To be eligible an output must be:
- Deposited on acceptance for publication or no later than 3 months after acceptance (you can’t go back after publication!)
- Discoverable (must be referenced in a repository but can be closed)
- No specific licence specified is required but advised to use at least CC BY-NC-ND – Creative Commons Non-Commercial-Non-Derivative
Please note: WRAP is a compliant repository.
International OA policies
OA is an international movement, with policies evolving across the globe. This information provides brief summaries of some key international policies, links to the organisational websites and full policy documents.
The EU Commission has a mandate for OA in Horizon 2020; Horizon 2020 includes both 'green' and 'gold' OA measures. This policy allows a maximum embargo of 12 months through the ‘green’ route (repository deposit) or researchers can cover ‘gold’ publishing charges from their grant for the life of the project and afterwards.
Where publication is a chosen method to disseminate information, fund holders must ensure open access to all peer-reviewed scientific publications relating to results.

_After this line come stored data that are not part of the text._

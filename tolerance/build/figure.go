package build

import (
	"sync"

	"batchwright/bom/order"
	"batchwright/bom/part"
	"batchwright/tolerance/scatter"
)

// figure is how one input of a piece is drawn, but for its lot.
type figure struct {
	shape        part.Shape
	rho          float64
	centre, half float64
}

// baseFigure is nominal·(1 + tolerance·z). The nominal value is the input's
// centre and not part of an equation, so that parts of other values leave the
// equations as they are.
func baseFigure(p part.Parameter) figure {
	return figure{p.Shape, p.Correlation.Value, p.Value, p.HalfWidth()}
}

// coefficientFigure is a coefficient's mean and its spread. What humidity and
// age do to a part follows from its material as α does, so all three share the
// family's correlation for temperature.
func coefficientFigure(s part.Scatter, spread part.Spread) figure {
	return figure{s.Shape, s.Correlation.Temperature, spread.Value, spread.Spread}
}

// whole is the place a piece keeps between the limits of a law.
var whole = part.Spread{Spread: 1}

// commonness is the product-moment correlation of two pieces' z that share a lot.
func commonness(s part.Shape, rho float64) float64 {
	k := likeness{s, rho}
	if v, known := known.Load(k); known {
		return v.(float64)
	}
	v := scatter.Correlation(s, rho)
	known.Store(k, v)
	return v
}

// likeness is what the correlation of two pieces follows from; known keeps what
// was worked out, which takes longer than asking.
type likeness struct {
	shape part.Shape
	rho   float64
}

var known sync.Map

// PieceInputs are the inputs that a piece brings to a model, by parameter, as
// a model compiled with CompileOpen has them; those that are not needed there
// are given all the same. Lots are numbered by what is bought and not, as a
// model numbers them for its draws, by the first reference: two pieces share a
// lot wherever their inputs have the same number.
func PieceInputs(p part.Part) map[string]Input {
	list := pieceInputs{part: p, key: order.Key(p), inputs: map[string]Input{}}
	switch {
	case p.Type.Trimmer():
		list.add("low", baseFigure(p.Parameters[0]))
		list.add("high", baseFigure(p.Parameters[1]))
		list.addSurroundings("", p.Parameters[1].Scatter)
	case len(p.Parameters) == 1:
		list.add("value", baseFigure(p.Parameters[0]))
		list.addSurroundings("", p.Parameters[0].Scatter)
		list.add("bias", coefficientFigure(p.Parameters[0].Scatter, whole))
	default:
		for _, q := range p.Parameters {
			list.add(q.Name, baseFigure(q))
			list.addSurroundings(q.Name+" ", q.Scatter)
		}
	}
	return list.inputs
}

type pieceInputs struct {
	part   part.Part
	key    string
	inputs map[string]Input
}

// add adds one input.
func (l *pieceInputs) add(parameter string, f figure) {
	column := scatter.Column{Shape: f.shape, Lot: -1, Centre: f.centre, HalfWidth: f.half}
	in := Input{Ref: l.part.Ref, Parameter: parameter, Column: column}
	if !l.part.LotsMixed && f.rho > 0 {
		in.Lot, in.Rho = lot(l.key, parameter), f.rho
		in.Common = commonness(f.shape, f.rho)
	}
	l.inputs[parameter] = in
}

// addSurroundings adds what temperature, humidity and age do.
func (l *pieceInputs) addSurroundings(prefix string, s part.Scatter) {
	temperature := coefficientFigure(s, s.Temperature)
	if len(s.Law) > 0 {
		temperature = coefficientFigure(s, whole)
	}
	l.add(prefix+"temperature", temperature)
	l.add(prefix+"humidity", coefficientFigure(s, s.Humidity))
	l.add(prefix+"ageing", coefficientFigure(s, s.Ageing.Spread))
}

As soon as possible but no later than publication a copy has to be deposited in a subject, institutional (WRAP) or central repository. For those authors who take the green route, there are no costs but the embargo limit must not exceed 6 months for STEM subjects, 12 months for Social Sciences and Humanities.
Funds are available within the lifetime of the grant for open access publishing. After the end of the project there is a pilot scheme to fund such costs. The pilot only covers certain grants first check the list of eligible projects on the website. This interface can be searched by grant or can be browsed by institution.
Each eligible grant only has the option of funding three articles and a maximum of €2,000 per article. If you are not the grant’s PI please double check with them before applying for funding. To apply register with the website and the system will lead you through the application process. Please note the system will only allow you to apply once the article has been accepted.
Gold open access publications must also be deposited in an acceptable repository.
For enquiries related to EU OA and Horizon 2020, please contact Mafalda Picarra at the European Commission's UK OA helpdesk info dot openaire at jisc dot ac dot uk.
Ireland's National Principles for Open Access Policy Statement was formerly adopted by the Irish Government in October 2012. The policy is in line with the Horizon 2020 policy for Europe. Further information can be found at the following websites:
The National Institutes of Health (NIH) has an OA mandate, the NIH Public Access policy, which requires deposit of published papers into PubMed Central (PMC) and currently allows up to a 12-month embargo. The NIH Public Access policy is a condition of award.
A US open-access policy was announced by White House in February 2013
The Canadian Institutes of Health Research (CIHR) was adopted in September 2007, the first North American public research funder to do so. The CIHR, National Research Council and the International Development Research Centre all require at least Green OA.
The Australian Research Council’s (ARC) OA policy took effect from 1 January 2013. The ARC now requires that any publications arising from an ARC supported research project must be deposited into an open access institutional repository within a 12 month period from the date of publication.
Other countries around the world
OA is firmly embedded in the policies of several other countries such as Brazil, Argentina and Hungary, and international organisations such as the World Bank and UNESCO.